*What you will do*
Identify each line below that contains the word "this", and copy it out.

[Records from a data collection]
------------------------------------

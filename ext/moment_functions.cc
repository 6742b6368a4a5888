// Aggregates over sums: counts, means, spread, shape, and the straight line of y on x.
#include "core/describe/frame.h"
#include "core/describe/means.h"
#include "core/describe/moments.h"
#include "core/describe/trailing_score.h"
#include "core/describe/value_sum.h"
#include "ext/aggregate.h"
#include "ext/function_tables.h"

namespace ladderline {
namespace {

template <class State>
constexpr AggregateMethods kMethods = AggregateOf<State>();

// Numbers that are there go into the accumulator, whose Value() is the answer.
template <class Accumulator>
struct NumbersState {
  Accumulator accumulator;
  void Step(const Call& call) {
    if (const std::optional<double> x = call.Number(0)) accumulator.Add(*x);
  }
  void Inverse(const Call& call) {
    if (const std::optional<double> x = call.Number(0)) accumulator.Remove(*x);
  }
  void Answer(const Call& call) { call.Return(accumulator.Value()); }
};

template <int kOrder, double (*kFigure)(const CentralSums&)>
struct MomentFrame : Frame<PowerSums<kOrder>> {
  double Value() { return kFigure(this->Summarise()); }
};
template <int kOrder, double (*kFigure)(const CentralSums&)>
constexpr AggregateMethods kMoment = kMethods<NumbersState<MomentFrame<kOrder, kFigure>>>;

// Rows in which both numbers are there.
std::optional<Pair> ReadPair(const Call& call) {
  const std::optional<double> y = call.Number(0), x = call.Number(1);
  if (!y || !x) return std::nullopt;
  return Pair{*y, *x};
}

template <double (*kFigure)(const CentralCoSums&)>
struct PairsState {
  Frame<CoSums> frame;
  void Step(const Call& call) {
    if (const std::optional<Pair> row = ReadPair(call)) frame.Add(*row);
  }
  void Inverse(const Call& call) {
    if (const std::optional<Pair> row = ReadPair(call)) frame.Remove(*row);
  }
  void Answer(const Call& call) { call.Return(kFigure(frame.Summarise())); }
};
template <double (*kFigure)(const CentralCoSums&)>
constexpr AggregateMethods kCoMoment = kMethods<PairsState<kFigure>>;

struct CountState {
  std::int64_t rows = 0;
  void Step(const Call& call) { rows += call.Number(0) ? 1 : 0; }
  void Inverse(const Call& call) { rows -= call.Number(0) ? 1 : 0; }
  void Answer(const Call& call) const { call.Return(rows); }
};

struct PairCountState {
  std::int64_t rows = 0;
  void Step(const Call& call) { rows += ReadPair(call) ? 1 : 0; }
  void Inverse(const Call& call) { rows -= ReadPair(call) ? 1 : 0; }
  void Answer(const Call& call) const { call.Return(rows); }
};

struct SumState {
  ValueSum sum;
  void Step(const Call& call) {
    Visit(call, [this](auto x) { sum.Add(x); });
  }
  void Inverse(const Call& call) {
    Visit(call, [this](auto x) { sum.Remove(x); });
  }
  void Answer(const Call& call) {
    if (const std::optional<std::int64_t> whole = sum.Whole()) {
      call.Return(*whole);
    } else {
      call.Return(sum.Real());
    }
  }

 private:
  template <class Fold>
  static void Visit(const Call& call, Fold&& fold) {
    const std::optional<double> x = call.Number(0);
    if (!x) return;
    if (sqlite3_value_numeric_type(call.value(0)) == SQLITE_INTEGER) {
      fold(std::int64_t{sqlite3_value_int64(call.value(0))});
    } else {
      fold(*x);
    }
  }
};

struct TrailingScoreState {
  TrailingScore score;
  void Step(const Call& call) { score.Add(call.Number(0)); }
  void Inverse(const Call& call) { score.Remove(call.Number(0)); }
  void Answer(const Call& call) { call.Return(score.Value()); }
};

constexpr const char* kStandard = "ISO/IEC 9075-2";
constexpr const char* kJoanesGill = "Joanes & Gill 1998";

constexpr FunctionRow OfX(const char* name, const AggregateMethods& methods, const char* purpose,
                          const char* source, const char* example) {
  return Aggregate(name, 1, 1, "x", methods, purpose, source, example);
}

constexpr FunctionRow OfPairs(const char* name, const AggregateMethods& methods,
                              const char* purpose, const char* example) {
  return Aggregate(name, 2, 2, "y, x", methods, purpose, kStandard, example);
}

// The examples' rows: three days, their visits and the hours they took.
#define LADDERLINE_OF_X(call) "SELECT " call " FROM (VALUES (2), (3), ('7'), (NULL))"
#define LADDERLINE_OF_PAIRS(call) "SELECT " call " FROM (VALUES (2.5, 1), (4, 2), (9, 4))"

constexpr FunctionRow kRows[] = {
    OfX("value_count", kMethods<CountState>,
        "How many values are there; text that is no number is an error, blank text is missing.", "",
        LADDERLINE_OF_X("value_count(column1)")),
    OfX("value_sum", kMethods<SumState>,
        "The sum, exact and whole where all values are integers that sum to one.", "",
        LADDERLINE_OF_X("value_sum(column1)")),
    OfX("mean", kMoment<2, Mean>, "The arithmetic mean; blank text is missing, not 0.", "",
        LADDERLINE_OF_X("mean(column1)")),
    OfX("geometric_mean", kMethods<NumbersState<GeometricMean>>,
        "The n-th root of the product; 0 with a zero, NULL with a negative value.", "",
        LADDERLINE_OF_X("geometric_mean(column1)")),
    OfX("harmonic_mean", kMethods<NumbersState<HarmonicMean>>,
        "n over the sum of reciprocals; 0 with a zero, NULL with a negative value.", "",
        LADDERLINE_OF_X("harmonic_mean(column1)")),
    OfX("zero_share", kMethods<NumbersState<ZeroShare>>,
        "The share of zeros among the values, 0 to 1.", "",
        "SELECT zero_share(column1) FROM (VALUES (0), (0), (5), (NULL))"),
    OfX("var_samp", kMoment<2, VarianceSamp>, "The variance, divided by n - 1; from 2 values on.",
        kStandard, LADDERLINE_OF_X("var_samp(column1)")),
    OfX("var_pop", kMoment<2, VariancePop>, "The variance, divided by n.", kStandard,
        LADDERLINE_OF_X("var_pop(column1)")),
    OfX("stddev_samp", kMoment<2, StdDevSamp>,
        "The standard deviation, with n - 1; from 2 values on.", kStandard,
        LADDERLINE_OF_X("stddev_samp(column1)")),
    OfX("stddev_pop", kMoment<2, StdDevPop>, "The standard deviation, with n.", kStandard,
        LADDERLINE_OF_X("stddev_pop(column1)")),
    OfX("skewness", kMoment<3, Skewness>,
        "Adjusted skewness G1: above 0 the long tail is on the right; from 3 values on.",
        kJoanesGill, LADDERLINE_OF_X("skewness(column1)")),
    OfX("skewness_pop", kMoment<3, SkewnessPop>, "Skewness g1, of the values alone.", kJoanesGill,
        LADDERLINE_OF_X("skewness_pop(column1)")),
    OfX("excess_kurtosis", kMoment<4, ExcessKurtosis>,
        "Adjusted excess kurtosis G2: above 0 the tails are heavier than normal; from 4 values on.",
        kJoanesGill, "SELECT excess_kurtosis(column1) FROM (VALUES (2), (3), (3), (4), (11))"),
    OfX("excess_kurtosis_pop", kMoment<4, ExcessKurtosisPop>,
        "Excess kurtosis g2, of the values alone.", kJoanesGill,
        "SELECT excess_kurtosis_pop(column1) FROM (VALUES (2), (3), (3), (4), (11))"),
    OfX("z_against_earlier", kMethods<TrailingScoreState>,
        "For OVER: the frame's last row against mean and standard deviation of the rows before it; "
        "NULL under 2 earlier values or without spread.",
        "",
        "SELECT z_against_earlier(column2) OVER (ORDER BY column1 ROWS 52 PRECEDING) "
        "FROM (VALUES (1, 10), (2, 12), (3, 11), (4, 19))"),
    OfPairs("covar_samp", kCoMoment<CovarianceSamp>,
            "The covariance, divided by n - 1; from 2 pairs on.",
            LADDERLINE_OF_PAIRS("covar_samp(column1, column2)")),
    OfPairs("covar_pop", kCoMoment<CovariancePop>, "The covariance, divided by n.",
            LADDERLINE_OF_PAIRS("covar_pop(column1, column2)")),
    OfPairs("corr", kCoMoment<Correlation>,
            "The correlation; NULL when either variable has no spread.",
            LADDERLINE_OF_PAIRS("corr(column1, column2)")),
    OfPairs("regr_slope", kCoMoment<RegressionSlope>,
            "The slope of the least-squares line of y on x; NULL when x has no spread.",
            LADDERLINE_OF_PAIRS("regr_slope(column1, column2)")),
    OfPairs("regr_intercept", kCoMoment<RegressionIntercept>,
            "The value of the least-squares line of y on x at x = 0; NULL when x has no spread.",
            LADDERLINE_OF_PAIRS("regr_intercept(column1, column2)")),
    OfPairs("regr_r2", kCoMoment<RegressionR2>,
            "The squared correlation; NULL when x has no spread, 1 when only y has none.",
            LADDERLINE_OF_PAIRS("regr_r2(column1, column2)")),
    OfPairs("regr_count", kMethods<PairCountState>, "How many rows have both values.",
            LADDERLINE_OF_PAIRS("regr_count(column1, column2)")),
    OfPairs("regr_avgx", kCoMoment<RegressionAverageX>, "The mean of x over rows that have both.",
            LADDERLINE_OF_PAIRS("regr_avgx(column1, column2)")),
    OfPairs("regr_avgy", kCoMoment<RegressionAverageY>, "The mean of y over rows that have both.",
            LADDERLINE_OF_PAIRS("regr_avgy(column1, column2)")),
    OfPairs("regr_sxx", kCoMoment<RegressionSxx>, "The sum of squares of x about its mean.",
            LADDERLINE_OF_PAIRS("regr_sxx(column1, column2)")),
    OfPairs("regr_syy", kCoMoment<RegressionSyy>, "The sum of squares of y about its mean.",
            LADDERLINE_OF_PAIRS("regr_syy(column1, column2)")),
    OfPairs("regr_sxy", kCoMoment<RegressionSxy>, "The sum of products about the means.",
            LADDERLINE_OF_PAIRS("regr_sxy(column1, column2)")),
};

#undef LADDERLINE_OF_X
#undef LADDERLINE_OF_PAIRS

}  // namespace

std::span<const FunctionRow> MomentFunctions() { return kRows; }

}  // namespace ladderline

------------------------------------

*Result*
  double Value() { return kFigure(this->Summarise()); }
    Visit(call, [this](auto x) { sum.Add(x); });
    Visit(call, [this](auto x) { sum.Remove(x); });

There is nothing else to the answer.